(Work task): Those lines of the material below that fall between its first line and the line with "The work behind", both included, are to be repeated exactly.

(Available data):

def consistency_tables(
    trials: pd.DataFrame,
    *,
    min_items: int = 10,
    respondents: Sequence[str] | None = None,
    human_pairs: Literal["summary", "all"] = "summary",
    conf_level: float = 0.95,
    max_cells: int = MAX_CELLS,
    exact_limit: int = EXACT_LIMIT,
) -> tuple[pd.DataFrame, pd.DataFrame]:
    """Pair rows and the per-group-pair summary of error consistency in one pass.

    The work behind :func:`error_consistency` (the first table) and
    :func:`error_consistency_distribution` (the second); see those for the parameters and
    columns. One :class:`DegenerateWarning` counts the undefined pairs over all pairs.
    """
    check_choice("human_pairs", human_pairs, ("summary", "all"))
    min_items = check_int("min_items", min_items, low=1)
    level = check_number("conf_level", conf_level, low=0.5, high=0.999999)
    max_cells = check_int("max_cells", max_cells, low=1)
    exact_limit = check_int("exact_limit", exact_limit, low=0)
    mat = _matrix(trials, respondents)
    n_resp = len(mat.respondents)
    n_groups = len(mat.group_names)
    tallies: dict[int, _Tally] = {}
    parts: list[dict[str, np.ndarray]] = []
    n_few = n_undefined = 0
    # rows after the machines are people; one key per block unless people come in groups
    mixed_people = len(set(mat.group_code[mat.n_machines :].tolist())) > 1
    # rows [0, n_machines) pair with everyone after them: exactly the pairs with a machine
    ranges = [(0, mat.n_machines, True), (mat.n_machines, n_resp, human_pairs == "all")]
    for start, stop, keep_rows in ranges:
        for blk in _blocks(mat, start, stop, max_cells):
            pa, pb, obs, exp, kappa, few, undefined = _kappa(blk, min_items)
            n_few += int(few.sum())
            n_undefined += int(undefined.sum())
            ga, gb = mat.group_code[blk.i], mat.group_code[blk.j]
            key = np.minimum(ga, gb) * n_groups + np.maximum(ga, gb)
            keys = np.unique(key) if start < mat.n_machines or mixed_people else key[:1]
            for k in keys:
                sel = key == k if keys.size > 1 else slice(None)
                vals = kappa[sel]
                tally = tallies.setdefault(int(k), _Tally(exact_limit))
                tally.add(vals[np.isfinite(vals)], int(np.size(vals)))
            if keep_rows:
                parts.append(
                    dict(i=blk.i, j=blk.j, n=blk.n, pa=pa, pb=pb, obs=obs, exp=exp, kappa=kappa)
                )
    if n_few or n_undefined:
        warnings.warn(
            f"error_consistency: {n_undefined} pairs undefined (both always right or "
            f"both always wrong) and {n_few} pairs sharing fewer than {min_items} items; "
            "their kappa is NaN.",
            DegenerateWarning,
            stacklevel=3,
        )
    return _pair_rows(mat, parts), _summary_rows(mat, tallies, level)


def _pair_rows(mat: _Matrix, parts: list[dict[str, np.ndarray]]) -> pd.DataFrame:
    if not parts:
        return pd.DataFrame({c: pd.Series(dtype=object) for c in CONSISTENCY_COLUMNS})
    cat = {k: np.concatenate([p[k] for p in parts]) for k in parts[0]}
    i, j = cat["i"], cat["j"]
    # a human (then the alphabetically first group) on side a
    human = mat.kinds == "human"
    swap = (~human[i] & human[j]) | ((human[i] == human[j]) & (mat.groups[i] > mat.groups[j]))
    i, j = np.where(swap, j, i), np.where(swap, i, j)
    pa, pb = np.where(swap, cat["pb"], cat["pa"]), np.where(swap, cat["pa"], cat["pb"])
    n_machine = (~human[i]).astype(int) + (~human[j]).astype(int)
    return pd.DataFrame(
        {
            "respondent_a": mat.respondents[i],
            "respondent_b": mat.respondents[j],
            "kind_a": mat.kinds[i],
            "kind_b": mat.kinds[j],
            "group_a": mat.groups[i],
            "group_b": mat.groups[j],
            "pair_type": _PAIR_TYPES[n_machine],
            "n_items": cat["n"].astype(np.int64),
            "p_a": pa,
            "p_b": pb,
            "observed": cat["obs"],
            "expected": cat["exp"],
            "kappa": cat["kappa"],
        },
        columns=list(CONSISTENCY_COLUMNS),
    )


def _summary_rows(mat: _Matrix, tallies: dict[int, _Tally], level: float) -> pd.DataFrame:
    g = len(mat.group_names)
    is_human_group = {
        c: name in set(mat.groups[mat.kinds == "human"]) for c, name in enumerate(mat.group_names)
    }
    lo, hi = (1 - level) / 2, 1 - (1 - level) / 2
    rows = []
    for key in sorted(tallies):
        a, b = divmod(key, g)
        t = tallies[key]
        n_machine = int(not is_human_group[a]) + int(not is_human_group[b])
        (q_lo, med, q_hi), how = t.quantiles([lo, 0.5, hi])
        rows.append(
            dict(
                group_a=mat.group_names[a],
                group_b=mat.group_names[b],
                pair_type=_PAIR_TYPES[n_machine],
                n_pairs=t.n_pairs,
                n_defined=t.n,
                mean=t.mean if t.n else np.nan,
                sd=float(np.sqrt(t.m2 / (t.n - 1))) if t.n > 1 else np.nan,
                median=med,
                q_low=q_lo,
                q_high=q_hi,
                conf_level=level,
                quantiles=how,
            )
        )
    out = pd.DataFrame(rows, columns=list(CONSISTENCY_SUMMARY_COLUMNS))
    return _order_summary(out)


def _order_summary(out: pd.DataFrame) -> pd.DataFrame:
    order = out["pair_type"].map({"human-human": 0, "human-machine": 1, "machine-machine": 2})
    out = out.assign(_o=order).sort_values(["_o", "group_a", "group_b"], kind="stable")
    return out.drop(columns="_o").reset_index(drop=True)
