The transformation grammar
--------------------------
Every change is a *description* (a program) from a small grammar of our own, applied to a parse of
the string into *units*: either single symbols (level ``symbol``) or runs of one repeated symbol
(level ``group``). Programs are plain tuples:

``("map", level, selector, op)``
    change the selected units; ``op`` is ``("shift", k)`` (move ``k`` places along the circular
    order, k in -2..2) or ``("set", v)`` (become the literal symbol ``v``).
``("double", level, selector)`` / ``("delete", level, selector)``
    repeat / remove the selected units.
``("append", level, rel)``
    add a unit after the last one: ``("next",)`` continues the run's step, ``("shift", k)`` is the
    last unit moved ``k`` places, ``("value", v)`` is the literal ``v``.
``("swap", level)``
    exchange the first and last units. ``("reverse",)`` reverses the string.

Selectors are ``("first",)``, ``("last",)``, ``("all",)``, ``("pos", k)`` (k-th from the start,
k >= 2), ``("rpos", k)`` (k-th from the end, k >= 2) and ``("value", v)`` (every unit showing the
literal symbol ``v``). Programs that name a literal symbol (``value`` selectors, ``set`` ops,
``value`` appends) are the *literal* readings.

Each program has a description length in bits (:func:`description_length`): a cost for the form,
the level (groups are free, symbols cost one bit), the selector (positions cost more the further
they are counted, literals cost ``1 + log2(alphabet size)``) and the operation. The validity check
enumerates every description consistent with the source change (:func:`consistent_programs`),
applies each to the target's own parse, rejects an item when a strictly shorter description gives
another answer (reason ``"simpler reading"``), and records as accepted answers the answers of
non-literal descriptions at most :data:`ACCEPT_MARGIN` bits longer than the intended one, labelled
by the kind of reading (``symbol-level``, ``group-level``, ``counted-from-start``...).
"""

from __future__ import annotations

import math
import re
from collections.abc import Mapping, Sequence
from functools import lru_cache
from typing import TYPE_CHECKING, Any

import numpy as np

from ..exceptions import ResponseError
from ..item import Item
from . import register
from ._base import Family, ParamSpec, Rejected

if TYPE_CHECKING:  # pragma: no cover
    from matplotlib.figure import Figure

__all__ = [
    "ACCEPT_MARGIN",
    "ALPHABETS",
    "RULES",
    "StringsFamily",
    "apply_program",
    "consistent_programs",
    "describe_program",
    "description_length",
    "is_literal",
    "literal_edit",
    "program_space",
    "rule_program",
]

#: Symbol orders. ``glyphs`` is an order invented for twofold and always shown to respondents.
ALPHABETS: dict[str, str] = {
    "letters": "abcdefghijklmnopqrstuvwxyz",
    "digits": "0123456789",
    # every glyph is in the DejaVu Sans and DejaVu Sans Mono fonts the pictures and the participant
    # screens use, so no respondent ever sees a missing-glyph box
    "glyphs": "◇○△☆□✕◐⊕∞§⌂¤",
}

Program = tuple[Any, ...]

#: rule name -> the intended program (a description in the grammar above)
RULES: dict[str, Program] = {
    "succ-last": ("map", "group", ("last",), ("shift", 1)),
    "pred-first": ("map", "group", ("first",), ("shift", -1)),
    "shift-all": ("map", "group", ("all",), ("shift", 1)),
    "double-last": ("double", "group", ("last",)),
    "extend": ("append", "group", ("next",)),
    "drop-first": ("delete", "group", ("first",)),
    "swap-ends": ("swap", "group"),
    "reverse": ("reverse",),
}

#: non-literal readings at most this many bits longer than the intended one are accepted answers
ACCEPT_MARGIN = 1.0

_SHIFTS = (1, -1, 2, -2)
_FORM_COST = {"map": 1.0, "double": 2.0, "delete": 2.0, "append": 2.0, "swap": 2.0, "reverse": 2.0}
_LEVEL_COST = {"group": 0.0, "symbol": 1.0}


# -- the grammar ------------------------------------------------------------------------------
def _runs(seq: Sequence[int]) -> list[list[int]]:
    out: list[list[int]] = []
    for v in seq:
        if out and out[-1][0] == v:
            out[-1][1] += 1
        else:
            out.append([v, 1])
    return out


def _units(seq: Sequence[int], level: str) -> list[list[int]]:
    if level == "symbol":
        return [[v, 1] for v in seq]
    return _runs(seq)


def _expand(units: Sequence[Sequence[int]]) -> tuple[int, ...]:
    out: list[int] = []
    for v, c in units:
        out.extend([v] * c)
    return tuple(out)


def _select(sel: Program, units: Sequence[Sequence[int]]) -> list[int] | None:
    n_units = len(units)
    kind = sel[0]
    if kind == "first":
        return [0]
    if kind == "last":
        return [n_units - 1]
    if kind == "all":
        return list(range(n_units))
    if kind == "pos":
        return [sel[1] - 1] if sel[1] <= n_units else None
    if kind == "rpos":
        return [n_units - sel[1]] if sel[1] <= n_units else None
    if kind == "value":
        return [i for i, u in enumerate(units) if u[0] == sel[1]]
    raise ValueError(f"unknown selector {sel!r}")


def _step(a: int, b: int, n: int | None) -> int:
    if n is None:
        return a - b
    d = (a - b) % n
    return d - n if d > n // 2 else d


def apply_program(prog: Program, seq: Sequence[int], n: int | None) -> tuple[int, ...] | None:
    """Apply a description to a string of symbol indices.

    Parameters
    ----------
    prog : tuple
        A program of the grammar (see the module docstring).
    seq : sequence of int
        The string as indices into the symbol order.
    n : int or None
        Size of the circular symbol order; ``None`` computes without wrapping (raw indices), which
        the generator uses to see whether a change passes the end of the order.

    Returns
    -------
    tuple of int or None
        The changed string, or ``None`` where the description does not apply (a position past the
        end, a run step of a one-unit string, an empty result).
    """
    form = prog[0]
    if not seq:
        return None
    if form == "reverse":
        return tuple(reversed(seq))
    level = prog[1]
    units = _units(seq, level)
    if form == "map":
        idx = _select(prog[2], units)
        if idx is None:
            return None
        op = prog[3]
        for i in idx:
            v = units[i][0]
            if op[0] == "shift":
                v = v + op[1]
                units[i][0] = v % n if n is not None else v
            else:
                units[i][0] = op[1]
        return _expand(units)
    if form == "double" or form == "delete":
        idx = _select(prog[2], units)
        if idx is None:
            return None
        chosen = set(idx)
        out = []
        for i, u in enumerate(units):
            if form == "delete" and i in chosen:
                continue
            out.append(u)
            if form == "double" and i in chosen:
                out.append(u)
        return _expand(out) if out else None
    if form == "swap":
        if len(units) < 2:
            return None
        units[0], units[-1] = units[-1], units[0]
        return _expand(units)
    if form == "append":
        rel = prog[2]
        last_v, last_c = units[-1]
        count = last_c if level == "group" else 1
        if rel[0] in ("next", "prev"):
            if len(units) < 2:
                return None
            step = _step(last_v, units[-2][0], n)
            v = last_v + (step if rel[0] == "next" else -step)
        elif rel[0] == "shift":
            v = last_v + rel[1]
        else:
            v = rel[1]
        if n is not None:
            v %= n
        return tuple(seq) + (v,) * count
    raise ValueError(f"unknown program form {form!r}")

(Completed task):
def consistency_tables(
    trials: pd.DataFrame,
    *,
    min_items: int = 10,
    respondents: Sequence[str] | None = None,
    human_pairs: Literal["summary", "all"] = "summary",
    conf_level: float = 0.95,
    max_cells: int = MAX_CELLS,
    exact_limit: int = EXACT_LIMIT,
) -> tuple[pd.DataFrame, pd.DataFrame]:
    """Pair rows and the per-group-pair summary of error consistency in one pass.

    The work behind :func:`error_consistency` (the first table) and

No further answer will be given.